(Stored data)
************

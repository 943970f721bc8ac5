import { describe, expect, test } from 'vitest';
import { findHeaderRow, guessMapping } from '@/lib/imports/guess-mapping';
import { splitHeaderUnit } from '@/lib/imports/header-unit';
import type { ImportField } from '@/lib/imports/import-fields';
import {
  columnMappingDraftSchema,
  columnMappingSchema,
  importTemplateSchema,
} from '@/lib/imports/mapping-schema';
import type { SheetData } from '@/lib/imports/spreadsheet-types';
import type { Unit } from '@/lib/imports/units';
import { layOutExport } from '@/scripts/demo-plates/export-layouts';
import { PLATE_PLANS } from '@/scripts/demo-plates/plate-plans';
import { simulatePlate } from '@/scripts/demo-plates/simulate-plate';

const sheetOf = (rows: SheetData['rows']): SheetData => ({ name: 'Readouts', rows, decimalComma: false });

describe('header guessing', () => {
  test.each<[string, ImportField, Unit | null]>([
    ['Well', 'well', null],
    ['Position', 'well', null],
    ['well_id', 'well', null],
    ['Compound ID', 'compound', null],
    ['Cmpd', 'compound', null],
    ['Conc (nM)', 'concentration', 'nM'],
    ['conc_uM', 'concentration', 'uM'],
    ['Concentration [µM]', 'concentration', 'uM'],
    ['Final conc in mM', 'concentration', 'mM'],
    ['Conc. unit', 'concentrationUnit', null],
    ['Channel', 'target', null],
    ['I control [pA]', 'controlCurrent', 'pA'],
    ['I_pre (nA)', 'controlCurrent', 'nA'],
    ['Peak current control / nA', 'controlCurrent', 'nA'],
    ['I compound [pA]', 'compoundCurrent', 'pA'],
    ['Post current (nA)', 'compoundCurrent', 'nA'],
    ['Rseal (GOhm)', 'sealResistance', 'GOhm'],
    ['Seal resistance (MΩ)', 'sealResistance', 'MOhm'],
    ['R series (MOhm)', 'seriesResistance', 'MOhm'],
    ['Rs', 'seriesResistance', null],
    ['Cm (pF)', 'capacitance', 'pF'],
    ['Cell capacitance', 'capacitance', null],
    ['Well type', 'role', null],
    ['ROLE', 'role', null],
  ])('%j is the %s column (unit %s)', (header, field, unit) => {
    const guess = guessMapping(sheetOf([[header]]), { headerRow: 1 });
    expect(guess.matched).toEqual([expect.objectContaining({ field, header, unit, letter: 'A' })]);
  });

  test('splits units off headers', () => {
    expect(splitHeaderUnit('Rseal (GOhm)')).toEqual({ name: 'Rseal', unitText: 'GOhm' });
    expect(splitHeaderUnit('Cmpd ID')).toEqual({ name: 'Cmpd ID', unitText: null });
    expect(splitHeaderUnit('Conc nM')).toEqual({ name: 'Conc', unitText: 'nM' });
  });

  test('finds the header row below title rows and keeps unmatched headers for the person', () => {
    const rows = [
      ['Run 7 export'],
      [],
      ['Well', 'Compound', 'Conc (nM)', 'Operator notes'],
      ['A01', 'GW-0001', 10, 'ok'],
    ];
    expect(findHeaderRow(rows)).toBe(3);
    const guess = guessMapping(sheetOf(rows));
    expect(guess.mapping.headerRow).toBe(3);
    expect(guess.unmatchedHeaders).toEqual([{ letter: 'D', header: 'Operator notes' }]);
    expect(guess.missingFields).toEqual(['target', 'controlCurrent', 'compoundCurrent']);
  });

  test('a base mapping supplies a fixed target and value maps', () => {
    const guess = guessMapping(sheetOf([['Well', 'Compound', 'Conc', 'I control', 'I compound']]), {
      base: { fixedTarget: 'Nav1.7', roleValues: { BUFFER: 'vehicle' }, controls: { positive: ['TTX'] } },
    });
    expect(guess.missingFields).toEqual([]);
    expect(guess.mapping.roleValues).toEqual({ BUFFER: 'vehicle' });
    expect(guess.mapping.controls).toEqual({ negative: [], positive: ['TTX'], zeroConcentration: false });
  });

  // The generated demo exports are the real test of guessing: three layouts, units in headers or in a column.
  test.each(PLATE_PLANS.map((plan) => [plan.file, plan] as const))(
    'guesses every field of %s',
    (_file, plan) => {
      const exported = layOutExport(plan, simulatePlate(plan));
      const sheet = exported.sheets.find((s) => s.name === exported.dataSheet)!;
      const guess = guessMapping({ ...sheet, decimalComma: false });
      expect(guess.mapping.headerRow).toBe(exported.headerRow);
      expect(guess.missingFields).toEqual([]);
      expect(guess.unmatchedHeaders).toEqual([]);
      expect(columnMappingSchema.safeParse(guess.mapping).success).toBe(true);
    },
  );

  test('units of the demo layouts come from their headers', () => {
    const units = PLATE_PLANS.slice(0, 3).map((plan) => {
      const exported = layOutExport(plan, simulatePlate(plan));
      return guessMapping({
        ...exported.sheets.find((s) => s.name === exported.dataSheet)!,
        decimalComma: false,
      }).mapping.units;
    });
    expect(units[0]).toEqual({
      concentration: 'nM',
      controlCurrent: 'pA',
      compoundCurrent: 'pA',
      sealResistance: 'GOhm',
      seriesResistance: 'MOhm',
      capacitance: 'pF',
      block: 'guess',
    });
    expect(units[1]).toEqual({
      concentration: 'uM',
      controlCurrent: 'nA',
      compoundCurrent: 'nA',
      sealResistance: 'MOhm',
      seriesResistance: 'MOhm',
      capacitance: 'pF',
      block: 'guess',
    });
    expect(units[2]).toEqual({
      concentration: 'uM',
      controlCurrent: 'pA',
      compoundCurrent: 'pA',
      sealResistance: 'GOhm',
      seriesResistance: 'MOhm',
      capacitance: 'pF',
      block: 'guess',
    });
  });
});

describe('mapping schema', () => {
  const complete = {
    columns: {
      well: 'Well',
      compound: 'Compound',
      concentration: 'Conc (nM)',
      target: 'Target',
      controlCurrent: 'I control',
      compoundCurrent: 'I compound',
    },
    units: { concentration: 'nM' },
  };

  test('defaults fill an empty draft and the mapping survives a JSON round trip', () => {
    const mapping = columnMappingDraftSchema.parse(complete);
    expect(mapping.units).toEqual({
      concentration: 'nM',
      controlCurrent: 'pA',
      compoundCurrent: 'pA',
      sealResistance: 'GOhm',
      seriesResistance: 'MOhm',
      capacitance: 'pF',
      block: 'guess',
    });
    expect(mapping.version).toBe(2);
    expect(mapping.roleValues).toEqual({});
    expect(mapping.targetValues).toEqual({});
    expect(mapping.facts).toEqual({
      barcode: null,
      runDate: null,
      cellLine: null,
      temperature: null,
      operator: null,
    });
    expect(columnMappingSchema.parse(JSON.parse(JSON.stringify(mapping)))).toEqual(mapping);
  });

  test.each<[string, object, Record<string, string[]>]>([
    [
      'no well column',
      { ...complete, columns: { ...complete.columns, well: null } },
      { 'columns.well': ['Choose the column that holds the well position.'] },
    ],
    [
      'no target at all',
      { ...complete, columns: { ...complete.columns, target: null } },
      {
        'columns.target': [
          'Choose the column that holds the target, or name one target for the whole sheet.',
        ],
      },
    ],
    [
      'a target column and a fixed target',
      { ...complete, fixedTarget: 'Nav1.7' },
      { fixedTarget: ['Choose a target column or one target for the whole sheet, not both.'] },
    ],
    [
      'one column for two fields',
      { ...complete, columns: { ...complete.columns, role: 'compound' } },
      { 'columns.role': ['Column "compound" is chosen for both the compound identifier and the well role.'] },
    ],
  ])('%s', (_name, input, expected) => {
    const result = columnMappingSchema.safeParse(input);
    expect(result.success).toBe(false);
    const byPath: Record<string, string[]> = {};
    for (const issue of result.error!.issues) (byPath[issue.path.join('.')] ??= []).push(issue.message);
    expect(byPath).toEqual(expected);
  });

  test('unknown units are refused', () => {
    expect(columnMappingDraftSchema.safeParse({ units: { concentration: 'ng/mL' } }).success).toBe(false);
  });

  test('a template needs a name and a complete mapping', () => {
    expect(importTemplateSchema.parse({ name: ' Rig A export ', mapping: complete }).name).toBe(
      'Rig A export',
    );
    const result = importTemplateSchema.safeParse({ name: '', mapping: complete });
    expect(result.error?.issues.map((issue) => issue.message)).toEqual(['Give the template a name.']);
  });
});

************

Your instructions
Check each line of the entries above for the word "demo". List the ones that have it.

Your response
import { layOutExport } from '@/scripts/demo-plates/export-layouts';
import { PLATE_PLANS } from '@/scripts/demo-plates/plate-plans';
import { simulatePlate } from '@/scripts/demo-plates/simulate-plate';
  // The generated demo exports are the real test of guessing: three layouts, units in headers or in a column.
  test('units of the demo layouts come from their headers', () => {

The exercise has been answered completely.